# Choosing food is no walk in the park



## gsdlover91 (Jul 21, 2012)

Berlin has been on Fromm Gold since I got him in September...recently I switched over to Blue Buffalo LBP, but just bought a bag of TOTW puppy because I am not *crazy* for the BB, pretty expensive...and I preferred the Fromm over it. Anyways. I've been switching foods because since I've had him, he has not really had normal, solid stools at all. It almost always is 'mushy', sometimes worse. He has been tested numerous times and he has nothing...so I'm assume it's the food. 

Also- he gets one pouch a day of the Nutro puppy beef and veg wet food..but I just bought a can of the Merrick puppy wet food. He likes Merrick alot more. Opinions??

What do you guys think? What food, out of those three is best? Is anything else similar to those that is ideally under $50 for a 30lb bag? Is the food even his problem?! lol, I just have no idea what else to do. I've tried pumpkin, probiotics, anti-diarrheals, etc etc etc....is he sensitive to a certain food??


oh and...is 1.4:1.1 calcium: phos ratio too high for the TOTW? Finding a food is so confusing and it sucks because the Fromm was perfect (not for him apparently)


----------



## martemchik (Nov 23, 2010)

If your dog hasn't had good stools on any of the foods you've given him, you're really going to have to start looking into the ingredients a lot more. Seeing what you have/have not given him and what he does better on and what he does worse on. Fromm is an excellent food to try that with because they have tons of different proteins. Your dog is old enough to get off of puppy food at this point and many of the Fromm grain free foods have just as much or even more protein than their LBP food.

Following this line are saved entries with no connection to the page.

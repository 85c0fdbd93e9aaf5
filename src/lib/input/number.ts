/**
 * How Flushline reads a number that a person typed. One rule for every form, calculator and
 * route (money, percentages and lengths build on it):
 *
 * - A point is the decimal mark: `0.5`, `.25`, `12.`.
 * - A comma only groups thousands, in groups of exactly three digits before any point:
 *   `1,500` is fifteen hundred, `12,345.5` is twelve thousand and a half.
 * - Anything else with a comma (`0,5`, `1,5`, `12,34`, `1,50,000`) is refused with a message
 *   that says so, never guessed: in some countries `1,5` is one and a half, in others it is not
 *   a number, and a wrong guess on a price or a span is worse than a question.
 * - No spaces inside a number, no exponent (`1e3`), no hexadecimal, no `Infinity`, at most 15
 *   digits (so every number read is exact in a double).
 * - A minus sign (`-` or `−`) only where the field allows values below zero.
 *
 * Browser-safe: no server-only imports.
 */

export type Read<T> = { ok: true; value: T } | { ok: false; message: string };

/** The most digits a typed number may have; 15 digits are exact in an IEEE double. */
export const MAX_DIGITS = 15;

/**
 * The longest text a number, amount, length or area may be. Nothing typed in one field is longer,
 * and it keeps every reader's patterns linear in practice: refused before any pattern runs.
 */
export const MAX_TEXT = 100;

/** A refusal for text longer than `MAX_TEXT`, or undefined. */
export function tooLong(text: string): { ok: false; message: string } | undefined {
	return text.length > MAX_TEXT
		? { ok: false, message: `Cannot read this: keep it under ${MAX_TEXT} characters` }
		: undefined;
}

/** The message for a comma that does not group thousands. */
export function commaMessage(text: string) {
	return `Cannot read "${text}": use a point for decimals (0.5); a comma only separates thousands (1,500)`;
}

// Digits grouped by commas in threes, not touching another digit, comma or point on the left
// (so the `1,500` in `0.1,500` is not a group) nor a digit or comma on the right.
const GROUPED = /(^|[^\d,.])(\d{1,3}(?:,\d{3})+)(?![\d,])/g;

/**
 * The text with its thousands groups written without commas (`1,500 mm` → `1500 mm`), or a
 * refusal when a comma is left that does not group thousands (`0,5 m`). Lengths and areas run
 * their text through this before reading their numbers.
 */
export function ungroupThousands(text: string): Read<string> {
	const out = text.replace(GROUPED, (_, before: string, digits: string) =>
		before.concat(digits.replace(/,/g, ''))
	);
	if (out.includes(',')) return { ok: false, message: commaMessage(text.trim()) };
	return { ok: true, value: out };
}

/** A typed decimal split into its parts, exactly as typed (for money and basis points). */
export interface Decimal {
	negative: boolean;
	/** The digits before the point, without leading zeros (`'0'` when none). */
	whole: string;
	/** The digits after the point, as typed (may be empty). */
	fraction: string;
	value: number;
}

const DECIMAL = /^([-−]?)(?:(\d+)(?:\.(\d*))?|\.(\d+))$/;

/**
 * Reads the number alone (no unit, no label): the grammar above. Whitespace around it is
 * ignored. The refusal names what was typed.
 */
export function readDecimal(typed: string): Read<Decimal> {
	const long = tooLong(typed);
	if (long) return long;
	const text = typed.trim();
	const grouped = ungroupThousands(text);
	if (!grouped.ok) return grouped;
	const m = DECIMAL.exec(grouped.value);
	if (!m) {
		if (/^[-−]?[\d.,]+(\s+[\d.,]+)+$/.test(text))
			return {
				ok: false,
				message: `Cannot read "${text}": write the number without spaces (1500 or 1,500)`
			};
		return { ok: false, message: `Cannot read "${text}": type a number` };
	}
	const whole = (m[2] ?? '').replace(/^0+(?=\d)/, '') || '0';
	const fraction = m[3] ?? m[4] ?? '';
	if ((whole === '0' ? 0 : whole.length) + fraction.length > MAX_DIGITS)
		return { ok: false, message: `Cannot read "${text}": use at most ${MAX_DIGITS} digits` };
	const negative = m[1] !== '';
	const magnitude = Number(`${whole}.${fraction || '0'}`);
	return {
		ok: true,
		value: {
			negative,
			whole,
			fraction,
			value: negative && magnitude !== 0 ? -magnitude : magnitude
		}
	};
}

export interface NumberOptions {
	/** The field in messages, with its article: "the waste", "a span". */
	label: string;
	/** Units that may follow the number and are dropped (`%`, `psf`, `ft³`). */
	units?: readonly string[];
	/** Smallest allowed (inclusive); below 0 lets a minus sign in. Default 0. */
	min?: number;
	/** The value must be more than this (exclusive), instead of `min`. */
	above?: number;
	/** Largest allowed (inclusive). Default 1,000,000. */
	max?: number;
	integer?: boolean;
}

/** The default upper bound of a plain number: every field states its own where it knows one. */
export const DEFAULT_MAX = 1_000_000;

/** `the waste` → `The waste`. */
export function capital(s: string) {
	return s.charAt(0).toUpperCase() + s.slice(1);
}

/** A number as messages show it: `1000000` → `1,000,000`. */
export function shown(n: number) {
	return n.toLocaleString('en-US', { maximumFractionDigits: 6 });
}

/** The text without one trailing unit of `units` (longest first), case-insensitively. */
export function withoutUnit(text: string, units: readonly string[]): string {
	const lower = text.toLowerCase();
	for (const unit of [...units].sort((a, b) => b.length - a.length)) {
		if (lower.endsWith(unit.toLowerCase()))
			return text.slice(0, text.length - unit.length).trimEnd();
	}
	return text;
}

/**
 * A number as typed, optionally followed by one of `units`, within the field's bounds. Never
 * throws; every refusal is a sentence for the field.
 */
export function readNumber(typed: string, options: NumberOptions): Read<number> {
	const { label, units = [], max = DEFAULT_MAX, above } = options;
	const min = above ?? options.min ?? 0;
	const long = tooLong(typed);
	if (long) return long;
	const text = typed.trim();
	if (!text) return { ok: false, message: `Enter ${label}` };
	const bare = withoutUnit(text, units);
	const d = readDecimal(bare);
	if (!d.ok) {
		const also = units.length ? ` (and ${units.join(', ')})` : '';
		return {
			ok: false,
			message: d.message
				.replace(`"${bare.trim()}"`, `"${text}"`)
				.replace(/type a number$/, `type a number${also}`)
		};
	}
	const n = d.value.value;
	if (d.value.negative && min >= 0)
		return { ok: false, message: `${capital(label)} cannot be negative` };
	if (options.integer && d.value.fraction.replace(/0+$/, '') !== '')
		return { ok: false, message: `${capital(label)} must be a whole number` };
	if (above !== undefined && !(n > above))
		return {
			ok: false,
			message: `${capital(label)} must be more than ${shown(above)} and at most ${shown(max)}`
		};
	if (n < min || n > max)
		return {
			ok: false,
			message: `${capital(label)} must be between ${shown(min)} and ${shown(max)}`
		};
	return { ok: true, value: n };
}

/** A quote's version number as an address carries it (`?v=2`, `/quote/2/pdf`). */
export const QUOTE_VERSION: NumberOptions = {
	label: 'the version',
	min: 1,
	max: 100_000,
	integer: true
};
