/**
 * Checks the store's tally of jobs (migration 0020) against counting its jobs, and mends it when
 * they differ: nothing in the app writes `job` with its triggers off, so a difference means a
 * write from outside (a copy or a restore done by hand). Mending holds back writes to `job` (every
 * store's, for as long as one store's count takes: tens of milliseconds for 100,000 jobs) so that
 * no change falls between the count and the tally. Returns whether it mended anything.
 */
export async function mendTally(tx: StoreWriteTx): Promise<boolean> {
	const differs = sql`select 1 from (
			select status, salesperson_id, jobs from ${jobTally}
			where organization_id = ${tx.storeId} and jobs <> 0
		) t full join (
			select status, coalesce(salesperson_id, '') as salesperson_id, count(*)::int as jobs
			from ${job} where organization_id = ${tx.storeId} group by 1, 2
		) c using (status, salesperson_id)
		where t.jobs is distinct from c.jobs limit 1`;
	if (!(await tx.execute(differs)).rows.length) return false;
	await tx.execute(sql`lock table ${job} in share mode`);
	if (!(await tx.execute(differs)).rows.length) return false;
	// The migration's own count (run as the app, under the store policy: this store's rows only).
	await tx.execute(sql`select job_tally_fill(${tx.storeId})`);
	return true;
}

/** The first number a store gives (shown as J-1001). */
const FIRST_JOB_NUMBER = 1001;

/**
 * Creates a draft job for a customer of the same store. Returns undefined when the customer is
 * not the store's. Numbers are per store and never given twice (see `jobNumberCounter`).
 */
export async function create(
	tx: StoreWriteTx,
	input: { customerId: string; title: string; notes?: string },
	actorId: string
): Promise<Job | undefined> {
	const [owner] = await tx
		.select({ id: customer.id })
		.from(customer)
		.where(and(eq(customer.organizationId, tx.storeId), eq(customer.id, input.customerId)));
	if (!owner) return undefined;
	// The store's counter row, locked by the upsert until this transaction ends: never a number
	// given before, even to a job since deleted.
	const [{ number }] = await tx
		.insert(jobNumberCounter)
		.values({ organizationId: tx.storeId, lastNumber: FIRST_JOB_NUMBER })
		.onConflictDoUpdate({
			target: jobNumberCounter.organizationId,
			set: { lastNumber: sql`${jobNumberCounter.lastNumber} + 1` }
		})
		.returning({ number: jobNumberCounter.lastNumber });
	const [row] = await tx
		.insert(job)
		.values({
			organizationId: tx.storeId,
			number,
			customerId: input.customerId,
			title: input.title,
			notes: input.notes ?? '',
			salespersonId: actorId
		})
		.returning(jobRecord);
	await tx.insert(jobEvent).values({
		organizationId: tx.storeId,
		jobId: row.id,
		kind: 'created',
		toStatus: row.status,
		actorId
	});
	return row;
}

export async function update(
	tx: StoreWriteTx,
	id: string,
	input: { title?: string; notes?: string }
): Promise<Job | undefined> {
	const [row] = await tx
		.update(job)
		.set({ ...input, updatedAt: new Date() })
		.where(and(eq(job.organizationId, tx.storeId), eq(job.id, id)))
		.returning(jobRecord);
	return row;
}

/** A job's status, its row locked until the transaction ends; undefined when not the store's. */
export async function lockStatus(tx: StoreWriteTx, id: string) {
	const [row] = await tx
		.select({ status: job.status })
		.from(job)
		.where(and(eq(job.organizationId, tx.storeId), eq(job.id, id)))
		.for('update');
	return row?.status;
}

export type MoveResult =
	| { ok: true; job: Job }
	| { ok: false; reason: 'not_found' }
	| { ok: false; reason: 'not_allowed'; from: JobStatus };

/**
 * Moves a job to another status when the state machine allows it, recording who and why. The
 * row is locked for the check, so two people moving the same job cannot both succeed.
 */
export async function move(
	tx: StoreWriteTx,
	id: string,
	to: JobStatus,
	actorId: string | null,
	note = ''
): Promise<MoveResult> {
	const from = await lockStatus(tx, id);
	if (!from) return { ok: false, reason: 'not_found' };
	if (!canMove(from, to)) return { ok: false, reason: 'not_allowed', from };
	const now = new Date();
	const [row] = await tx
		.update(job)
		.set({ status: to, statusChangedAt: now, updatedAt: now })
		.where(and(eq(job.organizationId, tx.storeId), eq(job.id, id)))
		.returning(jobRecord);
	await tx.insert(jobEvent).values({
		organizationId: tx.storeId,
		jobId: id,
		kind: 'status',
		fromStatus: from,
		toStatus: to,
		actorId,
		note
	});
	return { ok: true, job: row };
}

LBP is duck based, so maybe go with a different protein. Whitefish/salmon is always a good one to try when the regular proteins might not be agreeing with your dog's tummy. In the end, without doing HARDCORE research into % of this, and % of that, I trust most of the "holistic" brands. Plus...the more research you do, the more likely you are go be scared of an ingredient that is 1 out of 1000000000 parts in the dog food and are likely to go all raw anyways (if you have the time).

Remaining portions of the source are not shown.